Deborah Murphy — Inclusio
Deborah Murphy was a senior global engineering manager for Arm between 2014 and 2018. She reported to the company’s director of engineering and her focus included ‘leading teams to deliver and support large scale IoT and mobile solutions for global customers’, according to her LinkedIn.
After leaving she founded Inclusio (where she’s the COO) in 2019. The company provides a software platform that lets businesses collect people data and do compliance reporting. It also lets them benchmark things like social sustainability against industry standards and report to regulators.
Espen Drivenes Øybø
Espen Drivenes Øybø spent nearly six years at Arm in Trondheim, Norway. He joined the company in 2012 as a marketing graduate and worked his way up across multiple roles to become a senior product manager by the time he left in 2018.

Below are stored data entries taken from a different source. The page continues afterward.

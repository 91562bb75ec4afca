// Child process of bench:import: a day of files stored into a throwaway SQLite database through
// the server's own import (lib/server/process-upload.ts). PLUMEWARD_DB and PLUMEWARD_STORE name the
// throwaway files; lib/db reads them when first imported, hence a process of its own.
//   import-store-worker.ts <files> <samples>
import { headerFingerprint } from '@/lib/import/header-fingerprint';
import { sequelize } from '@/lib/db';
import { migrator } from '@/lib/migrator';
import { processUpload } from '@/lib/server/process-upload';
import { storeBytes } from '@/lib/server/upload-store';
import { InstrumentProfile, Site, SourceFile, Survey, Test, TestSeries, Trap, Upload } from '@/models';
import { benchTrap, dayOfFiles, modelAProfile } from './meter-text';

async function main() {
  const [files, samples] = process.argv.slice(2).map(Number);
  await migrator(sequelize).up();
  const site = await Site.create({ name: 'Bench works', code: 'BW', timeZone: 'UTC', currency: 'EUR', unitSystem: 'si' });
  const survey = await Survey.create({ siteId: site.id, name: 'Bench day', startsOn: '2025-04-08', endsOn: '2025-04-08' });
  const d = modelAProfile();
  const fingerprint = d.fingerprint ?? headerFingerprint({ delimiter: d.delimiter, header: d.header, preambleKeys: d.preambleKeys, unitsRow: d.unitsRow });
  await InstrumentProfile.create({ name: 'Model A', fingerprint, definition: { ...d, name: 'Model A', fingerprint }, createdBy: null } as never);
  const day = dayOfFiles(files, samples);
  await Trap.bulkCreate(day.map((f) => { const { id: _id, ...t } = benchTrap(f.tag); return { ...t, siteId: site.id, areaId: null }; }));
  // Receiving (streaming to disk, hashing) is the upload route's part; the import starts from stored files.
  const queue = async (surveyId: number, part: typeof day) => {
    const upload = await Upload.create({ siteId: site.id, surveyId, createdBy: null, status: 'queued', filesTotal: part.length });
    const rows = [];
    for (const f of part) {
      rows.push({
        uploadId: upload.id, siteId: site.id, surveyId, containerId: null, name: f.name, entry: null,
        kind: 'file' as const, sha256: await storeBytes(f.bytes), size: f.bytes.length, status: 'pending' as const, profileId: null, duplicateOf: null, hints: [],
      });
    }
    await SourceFile.bulkCreate(rows);
    return upload;
  };
  // A server has imported before: a first, small upload (into a survey of its own) warms the
  // code up, as papaparse is warm in the parent by its second round.
  const warmUp = await Survey.create({ siteId: site.id, name: 'Warm-up', startsOn: '2025-04-07', endsOn: '2025-04-07' });
  await processUpload((await queue(warmUp.id, day.slice(0, Math.ceil(day.length / 10)))).id);
  const upload = await queue(survey.id, day);
  const t0 = performance.now();
  const cpu0 = process.cpuUsage();
  await processUpload(upload.id);
  const seconds = (performance.now() - t0) / 1000;
  // CPU time of all the process's threads (the driver's too): steadier than wall time on a busy machine.
  const cpu = process.cpuUsage(cpu0);
  const cpuSeconds = (cpu.user + cpu.system) / 1e6;
  const done = (await Upload.findByPk(upload.id))!;
  const tests = await Test.count({ where: { uploadId: upload.id } });
  const series = await TestSeries.count({ include: [{ model: Test, required: true, where: { uploadId: upload.id } }] });
  await sequelize.close();
  console.log(JSON.stringify({ seconds, cpuSeconds, status: done.status, tests, series, samples: done.sampleCount, error: done.error }));
}

main().catch((err) => {
  console.error(err);
  process.exit(1);
});
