function titleBlock(l: Layout, data: ReportData) {
  const { doc } = l;
  const { survey, site } = data;
  doc.font(B).fontSize(8.5).fillColor(ACCENT).text('PLUMEWARD · STEAM TRAP SURVEY REPORT', l.left, doc.y, { characterSpacing: 0.8 });
  doc.moveDown(0.4);
  doc.font(B).fontSize(20).fillColor(INK).text(survey.name, { width: l.width });
  doc.font(R).fontSize(12).fillColor(INK).text(`${site.name} (${site.code})`, { width: l.width });
  doc.moveDown(0.5);
  const lines: [string, string][] = [
    ['Survey dates', `${survey.startsOn} to ${survey.endsOn}`],
    ['Status', data.frozen && survey.publishedAt ? `published on ${dateInZone(survey.publishedAt, site.timeZone)}` : `draft (${survey.status.replace('_', ' ')})`],
    ['Prepared', `${dateInZone(data.generatedAt, site.timeZone)} (${site.timeZone})`],
    ['Units', site.unitSystem === 'us' ? 'US customary' : 'SI'],
  ];
  for (const [label, value] of lines) {
    const y = doc.y;
    doc.font(B).fontSize(9).fillColor(SOFT).text(label, l.left, y, { width: 90 });
    doc.font(R).fontSize(9).fillColor(INK).text(value, l.left + 90, y, { width: l.width - 90 });
  }
  doc.moveDown(0.6);
  const y = doc.y;
  const note = statusLine(data);
  const draft = !(data.frozen && survey.publishedAt);
  doc.rect(l.left, y, l.width, 24).lineWidth(1).fillAndStroke(draft ? CAUTION_BG : ACCENT_BG, draft ? CAUTION_LINE : ACCENT);
  doc.font(B).fontSize(10).fillColor(INK).text(note, l.left + 10, y + 7, { width: l.width - 20, lineBreak: false });
  doc.y = y + 30;
  doc.x = l.left;
}

function summaryFigures(l: Layout, data: ReportData) {
  const { doc } = l;
  const t = data.figures.total;
  const system = data.site.unitSystem;
  l.heading('Summary');
  const tiles: [string, string, string][] = [
    ['Tested', `${count(t.tested)} of ${count(t.registered)}`, `registered traps (${count(t.inService)} in service)`],
    ['Failure rate', percent(t.failureRate), `${count(t.failed)} failed of ${count(t.tested)} tested`],
    ['Steam lost', flow(t.lossKgPerHour, system), 'through failed traps, now'],
    ['Steam lost per year', annual(t.lossTonnesPerYear, system), `at ${count(data.figures.basis.operatingHoursPerYear)} operating hours`],
    ['Cost per year', money(t.costPerYear, data.settings.currency), 'of the steam lost'],
    ['CO2 per year', co2(t.co2TonnesPerYear), 'from the fuel that raised it'],
  ];
  const gap = 8;
  const w = (l.width - 2 * gap) / 3;
  const h = 50;
  const top = doc.y;
  tiles.forEach(([label, value, sub], i) => {
    const x = l.left + (i % 3) * (w + gap);
    const y = top + Math.floor(i / 3) * (h + gap);
    doc.rect(x, y, w, h).fill(ACCENT_BG);
    doc.rect(x, y, 3, h).fill(ACCENT);
    doc.font(R).fontSize(8).fillColor(SOFT).text(label, x + 10, y + 6, { width: w - 16, lineBreak: false });
    doc.font(B).fontSize(14).fillColor(INK).text(value, x + 10, y + 18, { width: w - 16, lineBreak: false });
    doc.font(R).fontSize(7).fillColor(SOFT).text(sub, x + 10, y + 37, { width: w - 16, lineBreak: false });
  });
  doc.y = top + 2 * h + gap + 10;
  doc.x = l.left;
  const verdicts = VERDICT_CODES.filter((v) => t.verdicts[v] > 0).map((v) => `${VERDICT_LABELS[v]} ${t.verdicts[v]}`).join(' · ');
  l.paragraph(`Verdicts of the tested traps: ${verdicts || 'none yet'}.`);
  l.paragraph(`Confirmed by an analyst: ${count(t.decided)} of ${count(t.tested)} tested; re-test pending: ${count(t.retestPending)}; not tested: ${count(t.untested)}.`);
}

function byArea(l: Layout, data: ReportData) {
  const system = data.site.unitSystem;
  const cur = data.settings.currency;
  l.heading('By area');
  const row = (a: ReportData['figures']['total'], name: string) => [
    name, count(a.registered), count(a.tested), count(a.failed), percent(a.failureRate), flow(a.lossKgPerHour, system), annual(a.lossTonnesPerYear, system),
    money(a.costPerYear, cur), decimal(a.co2TonnesPerYear, 1),
  ];
  l.table(
    [
      { header: 'Area', width: 20 }, { header: 'Registered', width: 12, align: 'right' }, { header: 'Tested', width: 8, align: 'right' },
      { header: 'Failed', width: 7, align: 'right' }, { header: 'Failure rate', width: 10, align: 'right' }, { header: 'Steam lost', width: 12, align: 'right' },
      { header: 'Per year', width: 12, align: 'right' }, { header: 'Cost per year', width: 13, align: 'right' }, { header: 'CO2 t/yr', width: 9, align: 'right' },
    ],
    [...data.figures.byArea.map((a) => row(a, a.areaName)), row(data.figures.total, 'All areas')],
    { boldLast: true },
  );
}

function failures(l: Layout, data: ReportData) {
  const system = data.site.unitSystem;
  const cur = data.settings.currency;
  const all = data.figures.failures;
  l.heading('Costliest failures');
  if (all.length === 0) {
    l.paragraph('No failed trap in this survey.');
    return;
  }
  l.table(
    [
      { header: '#', width: 4, align: 'right' }, { header: 'Tag', width: 15 }, { header: 'Area', width: 19 }, { header: 'Verdict', width: 20 },
      { header: 'Steam lost', width: 12, align: 'right' }, { header: 'Per year', width: 12, align: 'right' }, { header: 'Cost per year', width: 13, align: 'right' },
    ],
    all.slice(0, PDF_FAILURE_ROWS).map((f, i) => [
      String(i + 1), f.tag, f.areaName ?? 'No area', `${VERDICT_LABELS[f.verdict]}${f.decided ? '' : ' (suggested)'}`,
      flow(f.kgPerHour, system), annual(f.tonnesPerYear, system), money(f.costPerYear, cur),
    ]),
  );
  if (all.length > PDF_FAILURE_ROWS) {
    l.paragraph(`${all.length - PDF_FAILURE_ROWS} more failed traps are listed in the spreadsheet and the CSV.`, 8, SOFT);
  }
}

function trends(l: Layout, data: ReportData) {
  const { doc } = l;
  const system = data.site.unitSystem;
  const surveys = data.trends.surveys;
  const chartH = 170;
  l.heading('Trends across surveys', chartH + 40);
  if (surveys.length === 0) {
    l.paragraph('No survey with results yet.');
    return;
  }
  l.room(chartH + 10);
  const gap = 18;
  const w = (l.width - gap) / 2;
  const y = doc.y;
  const label = (s: (typeof surveys)[number]) => s.startsOn.slice(0, 7);
  const lossUnit = system === 'us' ? 'klb/yr' : 't/yr';
  const { toAnnual } = tableUnits(system);
  drawBarChart(doc, {
    x: l.left, y, width: w, height: chartH, title: 'Failure rate (% of tested traps)', color: ACCENT, fonts: { regular: R, bold: B },
    points: surveys.map((s) => ({ label: label(s), value: s.failureRate === null ? null : s.failureRate * 100, current: s.id === data.survey.id })),
    format: (v) => `${v.toFixed(v >= 10 || v === 0 ? 0 : 1)} %`,
  });
  drawBarChart(doc, {
    x: l.left + w + gap, y, width: w, height: chartH, title: `Steam lost (${lossUnit})`, color: LOSS, fonts: { regular: R, bold: B },
    points: surveys.map((s) => ({ label: label(s), value: toAnnual(s.lossTonnesPerYear), current: s.id === data.survey.id })),
    format: (v) => v.toLocaleString('en-US', { maximumFractionDigits: v >= 100 ? 0 : 1 }),
  });
  doc.y = y + chartH + 8;
  doc.x = l.left;
  l.paragraph('Each bar is one survey of the site, oldest first, labelled by the month it began; draft surveys follow the current settings.', 7.5, SOFT);

  if (data.trends.areas.length > 0) {
    doc.moveDown(0.6);
    doc.font(B).fontSize(9).fillColor(INK).text('Failure rate by area, survey by survey', l.left, doc.y);
    doc.moveDown(0.3);
    l.table(
      [{ header: 'Area', width: 24 }, ...surveys.map((s) => ({ header: label(s) + (s.id === data.survey.id ? ' (this)' : ''), width: 12, align: 'right' as Align }))],
      data.trends.areas.map((a) => [a.areaName, ...a.bySurvey.map((x) => (x ? percent(x.failureRate) : '—'))]),
    );
  }
}

function method(l: Layout, data: ReportData) {
  const { doc } = l;
  l.heading('Method and parameters');
  const labelW = 95;
  for (const { label, value } of methodLines(data)) {
    doc.font(R).fontSize(8.5);
    const h = doc.heightOfString(value, { width: l.width - labelW });
    l.room(h + 4);
    const y = doc.y;
    doc.font(B).fontSize(8.5).fillColor(SOFT).text(label, l.left, y, { width: labelW - 6 });
    doc.font(R).fontSize(8.5).fillColor(INK).text(value, l.left + labelW, y, { width: l.width - labelW });
    doc.y = Math.max(doc.y, y + h) + 3;
  }
  doc.x = l.left;
}

function cautions(l: Layout) {
  const { doc } = l;
  l.heading('Safety');
  doc.font(R).fontSize(8.5);
  const bodyW = l.width - 32;
  const heights = REPORT_CAUTIONS.map((c) => doc.heightOfString(c, { width: bodyW }) + 3);
  const boxH = 26 + heights.reduce((s, h) => s + h, 0) + 6;
  l.room(boxH + 4);
  const top = doc.y;
  doc.rect(l.left, top, l.width, boxH).lineWidth(1).fillAndStroke(CAUTION_BG, CAUTION_LINE);
  // A warning triangle as a path, beside the words (the state is said in text, not by shape alone).
  doc.moveTo(l.left + 16, top + 8).lineTo(l.left + 23, top + 20).lineTo(l.left + 9, top + 20).closePath().lineWidth(1.2).strokeColor(INK).stroke();
  doc.moveTo(l.left + 16, top + 12).lineTo(l.left + 16, top + 16.5).lineWidth(1.2).stroke();
  doc.font(B).fontSize(10).fillColor(INK).text(REPORT_CAUTIONS_TITLE, l.left + 30, top + 9, { width: l.width - 40 });
  let y = top + 26;
  REPORT_CAUTIONS.forEach((c, i) => {
    doc.circle(l.left + 20, y + 4.5, 1.5).fill(INK);
    doc.font(R).fontSize(8.5).fillColor(INK).text(c, l.left + 28, y, { width: bodyW });
    y += heights[i];
  });
  doc.y = top + boxH + 6;
  doc.x = l.left;
}

function pageFurniture(doc: PDFKit.PDFDocument, data: ReportData) {
  const range = doc.bufferedPageRange();
  const note = statusLine(data);
  for (let i = range.start; i < range.start + range.count; i++) {
    doc.switchToPage(i);
    const { margins, width, height } = doc.page;
    const bottom = margins.bottom;
    // Writing inside the margins must not start another page.
    doc.page.margins.bottom = 0;
    const left = margins.left;
    const w = width - margins.left - margins.right;
    doc.font(R).fontSize(7.5).fillColor(SOFT)
      .text(`${data.site.name} · ${data.survey.name}`, left, 26, { width: w * 0.7, lineBreak: false });
    doc.text('Plumeward', left + w * 0.7, 26, { width: w * 0.3, align: 'right', lineBreak: false });
    const fy = height - bottom + 18;
    doc.moveTo(left, fy - 6).lineTo(left + w, fy - 6).lineWidth(0.5).strokeColor(LINE).stroke();
    doc.font(B).fontSize(7.5).fillColor(INK).text(note, left, fy, { width: w * 0.75, lineBreak: false });
    doc.font(R).text(`Page ${i - range.start + 1} of ${range.count}`, left + w * 0.75, fy, { width: w * 0.25, align: 'right', lineBreak: false });
    doc.page.margins.bottom = bottom;
  }
}

export function buildReportPdf(data: ReportData, fonts: ReportFonts): Promise<Uint8Array> {
  const doc = new PDFDocument({
    size: 'A4',
    margins: { top: 50, bottom: 56, left: 48, right: 48 },
    bufferPages: true,
    // Our own font from the first line, so pdfkit never loads its built-in Helvetica.
    font: Buffer.from(fonts.regular) as unknown as string,
    info: {
      Title: `Survey report — ${data.survey.name}, ${data.site.name}`,
      Author: 'Plumeward',
      Creator: 'Plumeward',
      Producer: 'Plumeward',
      Subject: statusLine(data),
      CreationDate: new Date(data.generatedAt),
    },
  });
  doc.registerFont(R, Buffer.from(fonts.regular));
  doc.registerFont(B, Buffer.from(fonts.bold));
  const chunks: Buffer[] = [];
  const done = new Promise<Uint8Array>((resolve, reject) => {
    doc.on('data', (c: Buffer) => chunks.push(c));
    doc.on('end', () => resolve(new Uint8Array(Buffer.concat(chunks))));
    doc.on('error', reject);
  });
  const l = new Layout(doc);
  doc.font(R);
  titleBlock(l, data);
  summaryFigures(l, data);
  byArea(l, data);
  failures(l, data);
  trends(l, data);
  method(l, data);
  cautions(l);
  pageFurniture(doc, data);
  doc.end();
  return done;
}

He then cofounded Embiso in 2019, a company which has created a PDF watermarking tool for businesses looking for better document security.
Virgile Javerliac — Neurxcore
Virgile Javerliac was a senior SRAM (static random access memory) design engineer at Arm for just over four years. Since leaving in 2013 he’s been a serial founder, according to his LinkedIn.
He cofounded a company called Evaderis in 2014, which offers memory design solutions for chips that can be used to lower the power consumption of devices. In 2019 he cofounded Smartnvy, a chip design company headquartered in Shenzhen, China.
His most recent venture is Neurxcore, a fabless semiconductor company and provider of neural processors (which mimic the processing function of the human brain). He founded the company, which is based in Grenoble, France, in 2023, and is its CEO.